* **Given data**:

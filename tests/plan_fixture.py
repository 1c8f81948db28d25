"""A synthetic plan for report tests: invented demo values, structurally complete.

Everything here is made up (names, regions, costs, fade curves); only the layout follows
docs/plan-json.md. Nothing in it is an expected value for a model.
"""

from __future__ import annotations

import copy

import numpy as np

CHEMISTRIES = ("vrla", "lfp", "nmc", "lto", "lisocl2")
REGIONS = ("Demo North Valley", "Demo Dry Flats", "Demo Cold Coast")
CLIMATES = ("alpine", "hot-desert", "polar-coast", "temperate-maritime")
ENCLOSURES = ("cabinet-sun", "cabinet-shade", "vault", "shelter")
MONTHS_OPEN = (6, 7, 8, 9)


def _soh_curve(horizon_years, life_years, replacement_years, rng):
    """Invented saw-tooth: square-root fade from each replacement month."""
    months = np.arange(12 * horizon_years + 1)
    last = np.zeros_like(months)
    for year in replacement_years:
        last = np.where(months >= 12 * year, 12 * year, last)
    age_years = (months - last) / 12.0
    rate = 0.2 / np.sqrt(max(life_years, 0.5))
    return np.clip(1.0 - rate * np.sqrt(age_years) - rng.uniform(0, 0.002), 0.0, 1.0)


SPENDING_KEYS = ("packs", "labour", "trips", "disposal", "thermal", "downtime", "risk", "residual")


def _spending(sites, horizon_years, *, rate, inflation, start_year):
    """Invented spending by year that adds up to the sites' present costs: each part of a
    site's cost breakdown spread evenly (in present value) over its replacement years; the
    residual value in the end year."""
    h = horizon_years
    spv = (1.0 + rate) ** -np.arange(h + 1)
    names = {"failure_risk": "risk"}
    by_region = {}
    for site in sites:
        flows = by_region.setdefault(site["region"], {k: np.zeros(h + 1) for k in SPENDING_KEYS})
        years = np.asarray(site["replacement_years"])
        for part, pv in site["cost_breakdown"].items():
            key = names.get(part, part)
            if key == "residual":
                flows[key][h] += pv / spv[h]
            else:
                flows[key][years] += pv / len(years) / spv[years]

    def rows(flows):
        total = sum(flows[k] for k in SPENDING_KEYS)
        return [{"year": y, "calendar_year": start_year + y, **{k: float(flows[k][y]) for k in SPENDING_KEYS},
                 "total": float(total[y]), "total_nominal": float(total[y] * (1 + inflation) ** y),
                 "present_value": float(total[y] * spv[y])} for y in range(h + 1)]

    fleet = {k: sum(f[k] for f in by_region.values()) for k in SPENDING_KEYS}
    return rows(fleet), [{"region": r, "rows": rows(f)} for r, f in sorted(by_region.items())]


def _comparison_row(chem, k, total, sites):
    """An invented comparison row; lisocl2 serves no site, nmc all but the first site."""
    fleet = total * (1.0 + 0.1 * k) if chem != "lisocl2" else total
    unserved = ([s["id"] for s in sites] if chem == "lisocl2" else
                [sites[0]["id"]] if chem == "nmc" and sites else [])
    return {"chemistry": chem, "total_present_cost": fleet if chem != "lisocl2" else None,
            "total_with_others_present_cost": fleet,
            "status": "infeasible" if unserved else "optimal",
            "sites_served": len(sites) - len(unserved), "sites_unserved": unserved,
            "kept_by_other": {i: "lfp" for i in unserved},
            "equipment": 0.4 * fleet, "trips_and_labour": 0.4 * fleet, "downtime": 0.15 * fleet,
            "failure_risk": 0.05 * fleet,
            "driving_sites": [{"id": sites[0]["id"], "chemistry": chem, "difference": 0.1 * k * total,
                               "downtime_difference": 0.05 * k * total}] if k and sites else []}


def make_plan(n_sites: int = 3, horizon_years: int = 20, seed: int = 0, *, hostile_names: bool = False,
              with_optional: bool = True) -> dict:
    """Return an invented plan dict.

    Parameters
    ----------
    hostile_names : bool
        Name site 0 ``=HYPERLINK("x")`` and site 1 ``+1+1``; give site 2 the region ``-Demo Ridge``.
    with_optional : bool
        Include optional parts (sensitivity, alternatives, P10/P90 life and SOH bands).
    """
    rng = np.random.default_rng(seed)
    sites = []
    trips = {}
    for i in range(n_sites):
        chem = CHEMISTRIES[i % 4]
        region = REGIONS[i % len(REGIONS)]
        life = float(rng.uniform(4.0, 12.0))
        step = max(1, int(life))
        repl = list(range(0, horizon_years, step))
        months = [int(MONTHS_OPEN[(i + k) % len(MONTHS_OPEN)]) for k in range(len(repl))]
        ref_wh = float(rng.uniform(500, 5000))
        over = float(rng.choice([1.0, 1.5, 2.0, 3.0]))
        packs, labour = float(rng.uniform(1000, 9000)), float(rng.uniform(200, 900))
        trips_share, disposal = float(rng.uniform(500, 4000)), float(rng.uniform(20, 200))
        residual, risk = -float(rng.uniform(0, 800)), float(rng.uniform(0, 300))
        downtime = float(rng.uniform(0, 2000)) if i % 5 == 0 else 0.0
        breakdown = {"packs": packs, "labour": labour, "trips": trips_share, "disposal": disposal,
                     "residual": residual, "failure_risk": risk, "downtime": downtime}
        air = 10 + 12 * np.sin(np.linspace(0, 2 * np.pi, 12, endpoint=False) - 2) + rng.normal(0, 1, 12)
        batt = air + rng.uniform(2, 8)
        name = f"Demo gauge {i:04d}"
        if hostile_names and i == 0:
            name = '=HYPERLINK("x")'
        if hostile_names and i == 1:
            name = "+1+1"
        if hostile_names and i == 2:
            region = "-Demo Ridge"
        site = {
            "id": f"S{i:04d}", "name": name, "region": region,
            "climate": CLIMATES[i % len(CLIMATES)], "enclosure": ENCLOSURES[i % len(ENCLOSURES)],
            "charging": "pv" if i % 3 else "mains-float",
            "chemistry": chem, "oversize_factor": over,
            "system_voltage_v": 12.0, "charge_voltage_v": 14.4 if chem != "vrla" else 13.8,
            "charge_voltage_v_per_cell": 3.6 if chem != "vrla" else 2.3,
            "capacity_wh": ref_wh * over, "capacity_ah": ref_wh * over / 12.0,
            "pack_structure": "4s2p" if chem != "vrla" else "6s1p",
            "pack_mass_kg": float(rng.uniform(5, 60)),
            "replacement_years": repl, "replacement_months": months,
            "life_years": life, "limiting_cause": ["calendar", "cycling", "cold capacity"][i % 3],
            "present_cost": sum(breakdown.values()), "cost_breakdown": breakdown,
            "reference_capacity_wh": ref_wh, "unserved_wh_per_year": float(rng.uniform(0, 5)),
            "equivalent_full_cycles_per_year": float(rng.uniform(20, 300)),
            "reference_factors": {"daily_load_wh": ref_wh / 6, "autonomy_days": 5.0, "max_dod_frac": 0.8,
                                  "temperature_factor": 1.1, "aging_factor": 1.25, "design_margin": 1.1,
                                  "design_temp_c": -10.0},
            "daily_load_wh": ref_wh / 6, "load_peak_w": float(rng.uniform(5, 50)),
            "temperature": {"air_mean_c": float(air.mean()), "air_p99_c": float(air.max() + 8),
                            "battery_mean_c": float(batt.mean()), "battery_p1_c": float(batt.min() - 6),
                            "battery_p99_c": float(batt.max() + 12), "hours_above_45c": float(rng.integers(0, 400)),
                            "hours_below_0c": float(rng.integers(0, 2000)),
                            "effective_temp_c": float(batt.mean() + 3)},
            "climate_monthly": {"air_mean_c": air.tolist(), "battery_mean_c": batt.tolist()},
            "soh_by_month": _soh_curve(horizon_years, life, repl, rng).tolist(),
            "warnings": [f"demo warning for site {i}"] if i % 2 == 0 else [],
            "next_visit_year": repl[1] if len(repl) > 1 else None,
            "risk_before_next_visit_frac": float(rng.uniform(0, 0.3)),
        }
        site["expected_failure_cost_before_next_visit"] = site["risk_before_next_visit_frac"] * 3000.0
        site["expected_downtime_cost_before_next_visit"] = site["risk_before_next_visit_frac"] * 1200.0
        if with_optional:
            kind = ("station", "normals", "bundled")[i % 3]
            site["site_climate"] = {
                "kind": kind, "climate": site["climate"],
                "source": {"station": f"demo-station-{i % 4}.epw", "normals": f"S{i:04d} (normals.csv)",
                           "bundled": site["climate"]}[kind],
                "latitude_deg": float(rng.uniform(-40, 65)), "longitude_deg": float(rng.uniform(-120, 150)),
                "altitude_m": float(rng.uniform(0, 3000)), "position_from": "sites table",
                "utc_offset_h": float(rng.integers(-8, 10)), "utc_offset_from": "longitude",
                "station_distance_km": float(rng.uniform(1, 300)) if kind == "station" else None,
                "reference_altitude_m": float(rng.uniform(0, 2000)),
                "altitude_shift_k": float(rng.uniform(-5, 5)), "notes": [], "warnings": []}
            site["life_p10_years"] = life * 0.8
            site["life_p50_years"] = life
            site["life_p90_years"] = life * 1.15
            if i % 2 == 0:
                site["soh_p10_by_month"] = (np.array(site["soh_by_month"]) - 0.04).tolist()
                site["soh_p90_by_month"] = (np.array(site["soh_by_month"]) + 0.03).tolist()
            alts = []
            for other in CHEMISTRIES[:4]:
                if other == chem:
                    continue
                alt_life = float(rng.uniform(3, 14))
                alt_repl = list(range(0, horizon_years, max(1, int(alt_life))))
                alts.append({"chemistry": other, "oversize_factor": 2.0, "charge_voltage_v": 14.0,
                             "capacity_wh": ref_wh * 2, "life_years": alt_life,
                             "present_cost": site["present_cost"] * float(rng.uniform(1.01, 1.6)),
                             "soh_by_month": _soh_curve(horizon_years, alt_life, alt_repl, rng).tolist()})
            site["alternatives"] = alts
        sites.append(site)
        for year, month in zip(repl, months):
            trips.setdefault((region, year, month), []).append(site)
    trip_list = []
    for (region, year, month), members in sorted(trips.items(), key=lambda kv: (kv[0][1], kv[0][2], kv[0][0])):
        trip_list.append({"region": region, "year": year, "month": month,
                          "site_ids": [s["id"] for s in members], "pack_count": len(members),
                          "pack_mass_kg": float(sum(s["pack_mass_kg"] for s in members)),
                          "cost": 2500.0 + 150.0 * len(members)})
    total = float(sum(s["present_cost"] for s in sites))
    spending, by_region = _spending(sites, horizon_years, rate=0.03, inflation=0.02, start_year=2030)
    plan = {
        "schema_version": 1,
        "study": {"name": "demo-network", "currency": "EUR", "horizon_years": horizon_years,
                  "discount_rate_frac": 0.03, "sites_file": "demo-sites.csv",
                  "start_year": 2030, "inflation_frac": 0.02},
        "total_present_cost": total,
        "solver": {"name": "HiGHS", "status": "optimal", "gap_frac": 0.0012, "seconds": 1.75,
                   "objective": total, "best_bound": total * (1 - 0.0012), "decomposition": "per region"},
        "sites": sites,
        "trips": trip_list,
        "spending_by_year": spending,
        "spending_by_region": by_region,
        "chemistry_comparison": [_comparison_row(c, k, total, sites) for k, c in enumerate(CHEMISTRIES)],
        "assumptions": [
            {"group": "economics", "name": "real discount rate", "value": 0.03, "unit": "fraction",
             "source": "study file"},
            {"group": "costs", "name": "helicopter mobilisation", "value": 2500.0, "unit": "EUR per trip",
             "source": "illustrative"},
            {"group": "aging", "name": "lead-acid life halving step", "value": 8.0, "unit": "K",
             "source": "common practice"},
        ],
        "cautions": ["Demo caution from the pipeline."],
        "unserved_sites": [],
    }
    if with_optional:
        plan["sensitivity"] = [
            {"case": "trip cost x0.5", "total_present_cost": total * 0.9, "change_frac": -0.1, "designs_changed": 1},
            {"case": "trip cost x2", "total_present_cost": total * 1.2, "change_frac": 0.2, "designs_changed": 2},
            {"case": "warming +2 K", "total_present_cost": total * 1.05, "change_frac": 0.05, "designs_changed": 0},
        ]
    return copy.deepcopy(plan)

* **Exercise objective**: In the listing above, locate the line containing "def make_plan(n_sites: int" and the line containing "months = [int(MONTHS_OPEN[(i", then transcribe both and every line between them verbatim.

* **Your solution**:
def make_plan(n_sites: int = 3, horizon_years: int = 20, seed: int = 0, *, hostile_names: bool = False,
              with_optional: bool = True) -> dict:
    """Return an invented plan dict.

    Parameters
    ----------
    hostile_names : bool
        Name site 0 ``=HYPERLINK("x")`` and site 1 ``+1+1``; give site 2 the region ``-Demo Ridge``.
    with_optional : bool
        Include optional parts (sensitivity, alternatives, P10/P90 life and SOH bands).
    """
    rng = np.random.default_rng(seed)
    sites = []
    trips = {}
    for i in range(n_sites):
        chem = CHEMISTRIES[i % 4]
        region = REGIONS[i % len(REGIONS)]
        life = float(rng.uniform(4.0, 12.0))
        step = max(1, int(life))
        repl = list(range(0, horizon_years, step))
        months = [int(MONTHS_OPEN[(i + k) % len(MONTHS_OPEN)]) for k in range(len(repl))]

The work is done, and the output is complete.